HACKER Q&A
📣 ipunchghosts

What is life like at a UARC?


I have a PhD and was offered a position as a researcher at a UARC in the United States. UARCs are university affiliated research centers setup by the US DoD to act as a liaison between DoD and academia. However, after interviewing and speaking with a few employees of a competing UARC, these places seem like research dead-ends mostly acting like a glorified defense contractor.

I would like to do research and publish. HR tells me this is a great place to do these thing but when I check IEEE and Google scholar, i cant find any publications of authors from this institution. Plus, the interviews made it seem like the work is mostly doing data analysis or writing software. Nothing there lead me to believe I would be doing research day in and day out.

Does anyone on HN work for a UARC? Do you like it? How much research do you do?


  👤 PaulHoule Accepted Answer ✓
My take is this.

Some people who work at defense contractors find their work meaningful and are really happy. (e.g. thanks to you a soldier came home, or one of our adversaries hasn't invaded a country they might want to invade) On the other hand I was at a wedding this weekend and met an electronics test engineer who thought the people he was working with at a major defense contractor were completely undisciplined and thought AMZN (!) which he was at now, was a better workplace. I know another person who worked on assorted ill-fated projects like

https://en.wikipedia.org/wiki/XM2001_Crusader

for quite a while before getting her dream job at NASA (she's a tech lead on a project to fly samples back from Mars)

Some people think applying for grants and dealing with academic publishing is a whole lot of BS and might find that UARC a great place to work. It sounds like writing papers is important to you and if that's the case you should be looking for a different job.


👤 legerdemain
I worked at a UARC in Maryland about 10 years ago, as an assistant (so take my words with a grain of salt). Among the PhDs we hired, there were some people who struggled in their job search because they did laborious research that didn't yield a lot of publications. Others were coming from industry (and then returned to industry research). My PI came to the center because he was denied tenure on the campus we were affiliated with.

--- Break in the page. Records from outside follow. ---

func (f *auditFlags) register(fs *flag.FlagSet, defaultOut string) {
	fs.StringVar(&f.out, "out", defaultOut, "")
	fs.BoolVar(&f.force, "force", false, "")
	fs.StringVar(&f.id, "id", "", "")
	fs.StringVar(&f.group, "group", "", "")
	fs.StringVar(&f.columns, "columns", "", "")
	fs.StringVar(&f.drop, "drop", "", "")
	fs.StringVar(&f.missing, "missing", string(intake.MissingFail), "")
	fs.StringVar(&f.censored, "censored", string(intake.CensorFail), "")
	fs.StringVar(&f.delim, "delim", "auto", "")
	fs.StringVar(&f.decimal, "decimal", "point", "")
	fs.StringVar(&f.encoding, "encoding", string(intake.EncodingUTF8), "")
	fs.IntVar(&f.skip, "skip", 0, "")
	fs.StringVar(&f.comment, "comment", "", "")
	fs.BoolVar(&f.unitsRow, "units-row", false, "")
	fs.StringVar(&f.thousands, "thousands", "", "")
	fs.StringVar(&f.sheet, "sheet", "", "")
	fs.StringVar(&f.transform, "transform", string(intake.TransformNone), "")
	fs.StringVar(&f.scale, "scale", string(analysis.ScaleUnit), "")
	fs.StringVar(&f.components, "components", analysis.DefaultComponentRule.String(), "")
	fs.IntVar(&f.permutations, "permutations", analysis.DefaultPermutations, "")
	fs.IntVar(&f.bootstrap, "bootstrap", analysis.DefaultBootstrap, "")
	fs.BoolVar(&f.quiet, "quiet", false, "")
	fs.Uint64Var(&f.seed, "seed", analysis.DefaultSeed, "")
	fs.IntVar(&f.threads, "threads", 0, "")
	fs.StringVar(&f.failOn, "fail-on", string(checks.Fail), "")
	fs.StringVar(&f.format, "format", "md,pdf,html", "")
	fs.StringVar(&f.title, "title", "", "")
	fs.StringVar(&f.author, "author", "", "")
	fs.StringVar(&f.date, "date", "", "")
}

// auditFlagHelp documents the shared flags, for `pcqc help run`.
const auditFlagHelp = `Input:
  --id COL            sample-id column (default: the first column if it is not
                      numeric, otherwise the 1-based data-row numbers)
  --group COL         label column used to colour plots; never a variable
  --columns a,b,c     analyse only these variables
  --drop a,b          leave these columns out
  --missing POLICY    fail | drop | mean | iterative (default fail). fail stops
                      at the first missing cell; drop removes rows with a
                      missing cell; mean replaces a missing cell by its
                      column's mean (after the transform), so it sits at zero
                      after centring; iterative imputes missing cells by
                      regularised iterative PCA (Josse & Husson 2012), with
                      the number of components chosen by cross-validation
                      Missing cells are empty, NA, N/A, #N/A, NaN or null.
  --censored POLICY   fail | half | sqrt2 (default fail): cells written as a
                      limit, <0.05 or >2000. fail stops at the first; half
                      reads <L as L/2, sqrt2 as L/√2 (Hornung & Reed 1990);
                      >L is kept at L. Applied before --transform; every
                      such cell is listed in the report and summary.json
  --delim D           auto | , | ; | tab (default auto: detected from the header)
  --decimal MARK      point | comma (default point); comma reads 3,14 in
                      semicolon- or tab-separated files
  --encoding ENC      utf-8 | latin1 | cp1252 (default utf-8): the text
                      encoding of the data (and of review's tables); latin1
                      and cp1252 (Windows-1252) are converted to UTF-8 as
                      they are read. Text that is not UTF-8 is refused
                      without it
  --skip N            leave out the first N lines of the file (a title or an
                      instrument's preamble), whatever they hold
  --comment CHAR      leave out every line that starts with CHAR (such as #),
                      before the header and among the rows
  --units-row         the row under the header holds units (mg/L, [°C]); they
                      label the variable table, the figures and summary.json
  --thousands SEP     , | . | space | ' : remove this digit-group separator
                      from numbers in groups of three (1,234,567); anything
                      else holding it is refused. Not the decimal mark
  --sheet NAME|N      the worksheet of an .xlsx workbook to read, by name or
                      number from 1 (default: the first sheet)

Preprocessing (centring is always done):
  --transform T       none | log | log10 | log1p (default none)
  --scale S           unit | pareto | range | none (default unit: divide by the
                      sample standard deviation, n−1)

Components:
  --components RULE   N | auto | parallel | broken-stick | cv | kaiser |
                      variance:F (default auto = parallel analysis). cv is
                      element-wise 7-fold cross-validation (PRESS);
                      variance:0.8 keeps the fewest components reaching 80 %
                      of the variance; kaiser (λ > 1) needs --scale unit
  --permutations P    the most column-wise permutations parallel analysis may
                      run (default 2000; 0 turns it off). They run in batches
                      of 100 and stop once every keep/drop decision is
                      settled; a decision unsettled at P is reported as
                      borderline and not counted

Stability:
  --bootstrap B       bootstrap resamples of the whole pipeline for loading
                      stability (default 500; 0 turns it off)
  --seed S            seed of every random stream (default 1)
  --threads T         worker threads (default: all cores); results do not
                      depend on it
  --quiet             no progress bar (it is shown only on a terminal)

Report:
  --format LIST       md, pdf, html, comma-separated, or none (default
                      md,pdf,html); none writes the tables only
  --title TEXT        report title (default: from the input name)
  --author TEXT       author named in the report
  --date YYYY-MM-DD   report date (default: from SOURCE_DATE_EPOCH, else today)

Exit status:
  --fail-on LEVEL     fail | warn | never (default fail): exit status 1 when any
                      check reaches LEVEL; the outputs are written either way

Output:
  --out DIR           output folder
  --force             replace an existing, non-empty output folder that pcqc
                      wrote (it holds pcqc's stamp, .pcqc-output.json, and
                      nothing else); a folder holding anything else, the
                      current or home folder, and any folder holding an
                      input file are refused whatever the flags
`

// layoutOptions reads the flags about the layout of the text around the
// table: --skip, --comment, --units-row and --thousands. The conflicts
// that depend on the file (a comment character that is its delimiter) are
// refused by intake, which knows the delimiter.
func (f *auditFlags) layoutOptions(opt *intake.ReadOptions) error {
	if f.skip < 0 {
		return usagef("invalid --skip %d: give the number of lines before the header, 0 or more", f.skip)
	}
	opt.Skip, opt.UnitsRow = f.skip, f.unitsRow
	if f.comment != "" {
		if len(f.comment) != 1 {
			return usagef("invalid --comment %q: give one character, such as #", f.comment)
		}
		opt.Comment = f.comment[0]
	}
	switch f.thousands {
	case "":
	case ",", "comma":
		opt.Thousands = ','
	case ".", "point":
		opt.Thousands = '.'
	case "space", " ":
		opt.Thousands = ' '
	case "'", "apostrophe":
		opt.Thousands = '\''
	default:
		return usagef("invalid --thousands %q: use ',', '.', space or \"'\"", f.thousands)
	}
	return nil
}

// splitList reads a comma-separated flag value.
func splitList(s string) []string {
	var out []string
	for _, p := range strings.Split(s, ",") {
		if p = strings.TrimSpace(p); p != "" {
			out = append(out, p)
		}
	}
	return out
}

func oneOf[T ~string](flagName, value string, allowed []T) (T, error) {
	for _, a := range allowed {
		if string(a) == value {
			return a, nil
		}
	}
	names := make([]string, len(allowed))
	for i, a := range allowed {
		names[i] = string(a)
	}
	return "", usagef("invalid --%s %q: use one of %s", flagName, value, strings.Join(names, ", "))
}
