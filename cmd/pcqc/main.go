// Command pcqc audits a principal component analysis and writes the
// evidence: result tables, a JSON summary and (in later subcommands) a
// report. Run `pcqc help` for the commands.
//
// This file and its siblings hold the command line only: flags,
// subcommands, exit statuses and the wiring between the analysis, checks and
// report packages. No statistics are computed here.
package main

import (
	"errors"
	"fmt"
	"io"
	"io/fs"
	"os"
	"pcqc/analysis/intake"
	"pcqc/internal/safetext"
	"runtime"
	"runtime/pprof"
	"strings"
	"syscall"

	"pcqc/outdir"
)

// Version is the pcqc version, written into every output.
const Version = "0.1.0"

// Exit statuses.
const (
	exitOK     = 0 // success, and no check reached the --fail-on level
	exitChecks = 1 // outputs written, but a check reached the --fail-on level
	exitUsage  = 2 // usage or input error; nothing written
	exitOutput = 3 // the outputs could not be written (disk full, permissions)
	// exitInternal is a fault in pcqc itself, never in the user's input or
	// system: EX_SOFTWARE of BSD's sysexits.h, "an internal software error".
	exitInternal = 70
)

// usageError is a mistake in the command line.
type usageError struct{ msg string }

func (e *usageError) Error() string { return e.msg }

func usagef(format string, a ...any) error { return &usageError{fmt.Sprintf(format, a...)} }

// outputError is a failure of the file system to take the outputs.
type outputError struct{ err error }

func (e *outputError) Error() string { return e.err.Error() }

// internalError is a fault in pcqc: a result it could not render or
// encode. It is reported as such, never as a disk or input problem.
type internalError struct{ err error }

func (e *internalError) Error() string {
	return "internal error: " + e.err.Error() + "; nothing was written. " + pleaseReport
}

const pleaseReport = "Please report this, with the command line, as a pcqc bug"

// writeFailure sorts an error met while writing the outputs: the file
// system's refusals (no space, no permission, a vanished folder) are
// output errors (exit status 3); anything else is pcqc's own fault.
func writeFailure(err error) error {
	var pe *fs.PathError
	var le *os.LinkError
	var se *os.SyscallError
	var errno syscall.Errno
	var refused *outdir.RefusedError
	switch {
	case errors.As(err, &refused):
		return err
	case errors.As(err, &pe), errors.As(err, &le), errors.As(err, &se), errors.As(err, &errno):
		return &outputError{err}
	}
	return &internalError{err}
}

// reportWritten tells where the output went, and where files of a replaced
// folder that pcqc had not listed were kept.
func reportWritten(stdout, stderr io.Writer, out *outdir.Output) {
	fmt.Fprintf(stdout, "pcqc: wrote %s\n", out.Target())
	if kept := out.Leftover(); kept != "" {
		fmt.Fprintf(stderr, "pcqc: the replaced folder held files pcqc did not write; they were kept in %s\n", oneLine(kept))
	}
}

type command struct {
	name    string
	summary string
	usage   string
	help    string
	run     func(args []string, stdout, stderr io.Writer) (int, error)
}

var commands []*command

func init() {
	commands = []*command{runCommand, reviewCommand, applyCommand, compareCommand, demoCommand, versionCommand, helpCommand}
}

func lookupCommand(name string) *command {
	for _, c := range commands {
		if c.name == name {
			return c
		}
	}
	return nil
}

func main() {
	// PCQC_CPUPROFILE=file writes a CPU profile, for developers measuring
	// the whole process (see bench/).
	if path := os.Getenv("PCQC_CPUPROFILE"); path != "" {
		if f, err := os.Create(path); err == nil {
			pprof.StartCPUProfile(f)
			status := runProcess(os.Args[1:])
			pprof.StopCPUProfile()
			f.Close()
			os.Exit(status)
		}
	}
	// PCQC_MEMPROFILE=file writes a heap profile of every allocation made
	// (go tool pprof -sample_index=alloc_space), for the memory bounds.
	if path := os.Getenv("PCQC_MEMPROFILE"); path != "" {
		runtime.MemProfileRate = 64 << 10
		status := runProcess(os.Args[1:])
		if f, err := os.Create(path); err == nil {
			pprof.Lookup("allocs").WriteTo(f, 0)
			f.Close()
		}
		os.Exit(status)
	}
	os.Exit(runProcess(os.Args[1:]))
}

// runProcess runs pcqc as a process: with interrupts handled.
func runProcess(args []string) int {
	stop := handleInterrupts(os.Stderr)
	defer stop()
	return mainWithArgs(args, os.Stdout, os.Stderr)
}

// mainWithArgs runs pcqc and returns its exit status; tests call it directly.
// A panic, which is always a bug, becomes one line on stderr and the
// status exitInternal, after the output being written is removed; panics
// in worker goroutines reach here too (analysis re-raises them in the
// caller).
func mainWithArgs(args []string, stdout, stderr io.Writer) (status int) {
	defer func() {
		if r := recover(); r != nil {
			abortActiveOutput()
			name := "pcqc"
			if len(args) > 0 && lookupCommand(args[0]) != nil {
				name += " " + args[0]
			}
			fmt.Fprintf(stderr, "%s: internal error: %s; nothing was written. %s\n", name, oneLine(fmt.Sprint(r)), pleaseReport)
			status = exitInternal
		}
	}()
	if len(args) == 0 {
		printTopHelp(stderr)
		return exitUsage
	}
	c, rest, err := topLevel(args)
	if err != nil {
		fmt.Fprintf(stderr, "pcqc: %s\n", oneLine(err.Error()))
		return exitUsage
	}
	status, err = c.run(rest, stdout, stderr)
	if err != nil {
		fmt.Fprintf(stderr, "pcqc %s: %s\n", c.name, oneLine(err.Error()))
		return statusFor(err)
	}
	return status
}

// topLevel finds the command to run and its arguments. As with the go
// command, pcqc -h, -help and --help are pcqc help, and -version and
// --version are pcqc version; any other flag before the command is refused,
// naming the closest of these.
func topLevel(args []string) (*command, []string, error) {
	first := args[0]
	if strings.HasPrefix(first, "-") && len(first) > 1 {
		name, _, _ := strings.Cut(strings.TrimLeft(first, "-"), "=")
		switch name {
		case "h", "help":
			return helpCommand, args[1:], nil
		case "version":
			return versionCommand, args[1:], nil
		}
		if near := closest(name, []string{"help", "version"}); near != "" {
			return nil, nil, usagef("unknown flag %s; did you mean --%s? Give a command first: run 'pcqc help'", first, near)
		}
		return nil, nil, usagef("unknown flag %s: pcqc takes only --help or --version before a command; run 'pcqc help'", first)
	}
	c := lookupCommand(first)
	if c == nil {
		return nil, nil, unknownCommand(first)
	}
	return c, args[1:], nil
}

func statusFor(err error) int {
	var ue *usageError
	var ie *intake.InputError
	var oe *outputError
	var internal *internalError
	var refused *outdir.RefusedError
	switch {
	case errors.As(err, &ue), errors.As(err, &ie), errors.As(err, &refused):
		return exitUsage
	case errors.As(err, &internal):
		return exitInternal
	case errors.As(err, &oe):
		return exitOutput
	}
	return exitUsage
}

// oneLine keeps an error message on one line of stderr, with every other
// control character escaped (see internal/safetext), so that text from a
// user's file cannot drive the terminal or reorder what it shows.
func oneLine(s string) string { return safetext.OneLine(s) }
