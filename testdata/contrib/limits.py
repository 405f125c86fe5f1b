# Reference values for analysis/contrib_test.go (TestContributionLimits):
# the per-variable contribution limits computed with scipy.
#   python3 testdata/contrib/limits.py
import scipy
from scipy.stats import chi2, norm

print("# scipy", scipy.__version__)
for mean, var, conf in [(0.8, 1.3, 0.99), (0.05, 0.004, 0.99), (2.0, 8.0, 0.95)]:
    g, h = var / (2 * mean), 2 * mean * mean / var
    print("Q", mean, var, conf, repr(g * chi2.ppf(conf, h)))

# predictionQuantile: numpy's percentile, method "weibull" (Hyndman & Fan 6)
import numpy as np

print("# numpy", np.__version__)
x = np.array([3.1, -0.4, 2.2, 7.9, 0.5, 1.0, 4.4, -2.0, 6.1, 0.0])
for q in [0.99, 0.9, 0.5, 0.05, 0.3]:
    print("weibull", q, repr(np.percentile(x, 100 * q, method="weibull")))
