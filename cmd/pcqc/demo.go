package main

import (
	"bytes"
	"errors"
	"flag"
	"fmt"
	"io"

	"pcqc/analysis"
	"pcqc/demo"
	"pcqc/report"
)

const demoDataName = "demo-data.csv"

var demoCommand = &command{
	name:    "demo",
	summary: "audit the built-in invented river-chemistry survey",
	usage:   "pcqc demo [--out DIR] [flags]",
	help: `Demo generates an invented data set, a river-chemistry monitoring survey
of 240 water samples from 12 sampling stations with 13 variables, and audits it
exactly as run would. The data are not measurements: three latent processes
(farm runoff, winter road salt, summer warming with oxygen loss) plus noise,
and a few planted anomalies (a slurry spill, a temperature entered in
Fahrenheit), so that you can see what pcqc finds when the truth is known.

The table is written to demo-data.csv inside the output folder (default
pcqc-demo). Demo takes run's flags; --id and --group default to sample_id and
station.

` + auditFlagHelp,
	run: runDemo,
}

func runDemo(args []string, stdout, stderr io.Writer) (int, error) {
	fs := flag.NewFlagSet("demo", flag.ContinueOnError)
	var f auditFlags
	f.register(fs, "pcqc-demo")
	pos, err := parseArgs(fs, args)
	if errors.Is(err, flag.ErrHelp) {
		printCommandHelp(stdout, lookupCommand("demo"))
		return exitOK, nil
	}
	if err != nil {
		return 0, err
	}
	if err := requireArgs("demo", pos, 0, "no arguments"); err != nil {
		return 0, err
	}
	f.set = markSet(fs)
	if !f.set["id"] {
		f.id = demo.SampleID
	}
	if !f.set["group"] {
		f.group = demo.Station
	}
	read, err := f.readOptions()
	if err != nil {
		return 0, err
	}
	if _, err := f.analysisOptions(); err != nil {
		return 0, err
	}
	if _, err := f.failLevel(); err != nil {
		return 0, err
	}
	if err := report.CheckTarget(f.out, f.force); err != nil {
		return 0, usagef("%v", err)
	}
	data := demo.Survey()
	t, err := analysis.ReadTableFrom(demoDataName, bytes.NewReader(data), read)
	if err != nil {
		return 0, err
	}
	fmt.Fprintln(stdout, "pcqc demo: an invented river-chemistry survey (not real measurements); see 'pcqc help demo'")
	return runAudit(auditJob{
		flags:   &f,
		read:    read,
		table:   t,
		command: append([]string{"pcqc", "demo"}, args...),
		extra:   map[string][]byte{demoDataName: data},
	}, stdout, stderr)
}
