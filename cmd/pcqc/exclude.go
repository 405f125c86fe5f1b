package main

import (
	"flag"

	"pcqc/analysis/intake"
	"pcqc/report"
)

// excludeFlags are the flags that leave samples out of the fit; run and
// demo take them (review and apply do not: review must match another
// person's scores row by row, and apply fits nothing).
type excludeFlags struct {
	ids  string // --exclude ID[,ID…]
	file string // --exclude-file FILE
}

func (e *excludeFlags) register(fs *flag.FlagSet) {
	fs.StringVar(&e.ids, "exclude", "", "")
	fs.StringVar(&e.file, "exclude-file", "", "")
}

// excludeFlagHelp documents them, for `pcqc help run` and `pcqc help demo`.
const excludeFlagHelp = `
Excluding samples:
  --exclude ID,ID     leave these samples (by sample id) out of the fit; they
                      are projected onto the model as apply projects new
                      samples, marked excluded in samples.csv and the plots,
                      and listed in the report and summary.json
  --exclude-file F    the same, one id per line; blank lines and lines
                      starting with # are ignored. Both may be given
`

// entries reads both flags; an unreadable list is an input error naming it.
func (e *excludeFlags) entries() ([]intake.ExcludeEntry, error) {
	out := intake.ExcludeFlagEntries(e.ids)
	if e.file != "" {
		more, err := intake.ReadExcludeFile(e.file)
		if err != nil {
			return nil, err
		}
		out = append(out, more...)
	}
	return out, nil
}

// reads adds the exclusion list to the files the output folder may not hold.
func (e *excludeFlags) reads(reads []string) []string {
	if e.file != "" {
		return append(reads, e.file)
	}
	return reads
}

// resolve turns the flags into rows of t, for analysis.Options.Exclude,
// and the option summary.json records (the ids as given, in order).
func (e *excludeFlags) resolve(t *intake.Table) ([]int, report.Option, error) {
	entries, err := e.entries()
	if err != nil {
		return nil, report.Option{}, err
	}
	ids := []string{}
	for _, en := range entries {
		ids = append(ids, en.ID)
	}
	opt := report.Option{Name: "exclude", Value: ids}
	if len(entries) == 0 {
		return nil, opt, nil
	}
	rows, err := intake.ResolveExclusions(t, entries)
	return rows, opt, err
}
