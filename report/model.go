package report

import (
	"fmt"
	"math"
	"path/filepath"
	"slices"
	"strconv"
	"strings"
	"unicode/utf8"

	"pcqc/analysis"
	"pcqc/analysis/intake"
	"pcqc/checks"
)

// Document is the content of the report, filled from the analysis and the
// check results, with every number already formatted. The Markdown templates
// lay it out; nothing in them computes.
type Document struct {
	Title, Author, Date, Version string
	Invented                     string // a note that the data are invented (demo), or ""

	Review  *ReviewBlock // review mode only
	Verdict VerdictBlock
	Checks  []CheckRow

	Data       DataBlock
	Missing    MissingBlock
	Components ComponentsBlock
	Loadings   LoadingsBlock
	Scores     ScoresBlock
	Outliers   OutliersBlock
	Robust     RobustBlock
	Stability  StabilityBlock
	Excluded   *ExcludedBlock // nil when no sample was excluded
	WhatIf     *WhatIfBlock   // nil when no sample is flagged

	Methods    string
	References []Reference

	Command  string
	Options  [][2]string
	Cautions []string

	figures []figureJob
}

// figureJob pairs a figure of the document with its drawing, made when
// the report is written. fig points into the document, so that
// prepareFigures can amend what the report says about it.
type figureJob struct {
	fig     *Figure
	drawing func() drawing
}

type VerdictBlock struct {
	Word, Symbol string
	Counts       string // "14 pass, 4 warn, 0 fail, 1 skip"
	Sentence     string
}

type CheckRow struct {
	ID, Title, Word, Symbol  string
	Measured, Limit, Meaning string
	Message, Source          string
	// Brief is the limit as page 1 shows it: the limit the check judges
	// by, without the other numbers of a map of limits.
	Brief string
}

// Overview is what the report shows first: a headline for the verdict
// banner, the checks that did not pass (fail, then warn, then skip, each
// group in report order) and the passing checks, for a compact list.
type Overview struct {
	Headline string // "! WARN: 2 of 20 checks call for attention"
	Counts   string // "+ 18 pass · ! 2 warn · × 0 fail · – 0 not applicable"
	// Attention are the checks that did not pass, most serious first.
	Attention []CheckRow
	Passed    []CheckRow
}

// overview arranges the check rows for the report's first page. Its
// status comes from the verdict, which the rows' statuses determine.
func overview(v VerdictBlock, rows []CheckRow) Overview {
	var o Overview
	count := map[string]int{}
	for _, want := range []string{string(checks.Fail), string(checks.Warn), string(checks.Skip)} {
		for _, r := range rows {
			if r.Word == want {
				o.Attention = append(o.Attention, r)
			}
		}
	}
	for _, r := range rows {
		count[r.Word]++
		if r.Word == string(checks.Pass) {
			o.Passed = append(o.Passed, r)
		}
	}
	n := len(rows)
	fail, warn, skip := count[string(checks.Fail)], count[string(checks.Warn)], count[string(checks.Skip)]
	checksOf := func(k int) string {
		if k == 1 {
			return "1 check"
		}
		return fmt.Sprintf("%d checks", k)
	}
	mark := v.Symbol + " " + v.Word + ": "
	switch {
	case fail > 0:
		o.Headline = fmt.Sprintf("%s%d of %s failed", mark, fail, checksOf(n))
		if warn > 0 {
			o.Headline += fmt.Sprintf(", %d more warn", warn)
		}
	case warn > 0:
		o.Headline = fmt.Sprintf("%s%d of %s call for attention", mark, warn, checksOf(n))
		if warn == 1 {
			o.Headline = fmt.Sprintf("%s1 of %s calls for attention", mark, checksOf(n))
		}
	case skip > 0:
		o.Headline = fmt.Sprintf("%severy applicable check passed (%d of %d; %d not applicable)", mark, n-skip, n, skip)
	default:
		o.Headline = fmt.Sprintf("%sall %s passed", mark, checksOf(n))
	}
	o.Counts = fmt.Sprintf("%s %d pass · %s %d warn · %s %d fail · %s %d not applicable",
		checks.Pass.Symbol(), count[string(checks.Pass)], checks.Warn.Symbol(), warn, checks.Fail.Symbol(), fail, checks.Skip.Symbol(), skip)
	return o
}

// briefLimit is a check's limit as page 1 shows it: a map of limits by its
// first entry (the limit the check judges by), anything else in full.
func briefLimit(v any) string {
	if m, ok := v.(map[string]float64); ok && len(m) > 0 {
		return strings.SplitN(formatLimits(m), "; ", 2)[0]
	}
	return formatMeasure(v)
}

type DataBlock struct {
	File, SHA256                string
	Sheet                       string // the worksheet read, for a workbook
	RowsRead, Rows, RowsDropped int
	VariablesUsed               int
	VariableList                string
	Dropped                     []intake.DroppedVariable
	IDColumn, GroupColumn       string
	Missing, Transform, Scaling string
	Centring                    string
	Censored                    *CensoredBlock // nil when no cell was written as a limit
	Layout                      string         // preamble, comments, units, digit groups; "" when none
}

type ComponentsBlock struct {
	Header    []string
	Rows      [][]string
	Truncated string // a note when not every component is listed
	Rules     [][]string
	Used      string
	Scree     Figure
	Press     *Figure // nil when cross-validation did not run
}

type LoadingsBlock struct {
	Header    []string
	Rows      [][]string
	Truncated string
	Note      string
	Figures   []Figure
}

type ScoresBlock struct {
	Figures []Figure
	Biplot  *Figure
	Note    string
}

type OutliersBlock struct {
	Limits    string
	Figure    Figure
	Influence *Figure // nil when influence was not computed
	Header    []string
	Rows      [][]string
	Truncated string
	None      string
	// Contributions holds, for each of the most extreme samples beyond a
	// family-wise limit, its contribution figure and then its residual
	// figure (run_contributions.go).
	Contributions     []Figure
	ContributionsNote string
}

Our research projects had a heavy focus on application and mostly yielded technical reports, not publications. We had to write a lot of BS boilerplate about how our projects contributed to national security.

I got some co-author credits and a few conference posters out of the experience, but it was hard to pretend that it was high-impact research.

My read is that a UARC is a crossroads for academics who aren't doing great in their careers and are on the way out into private industry or defense jobs.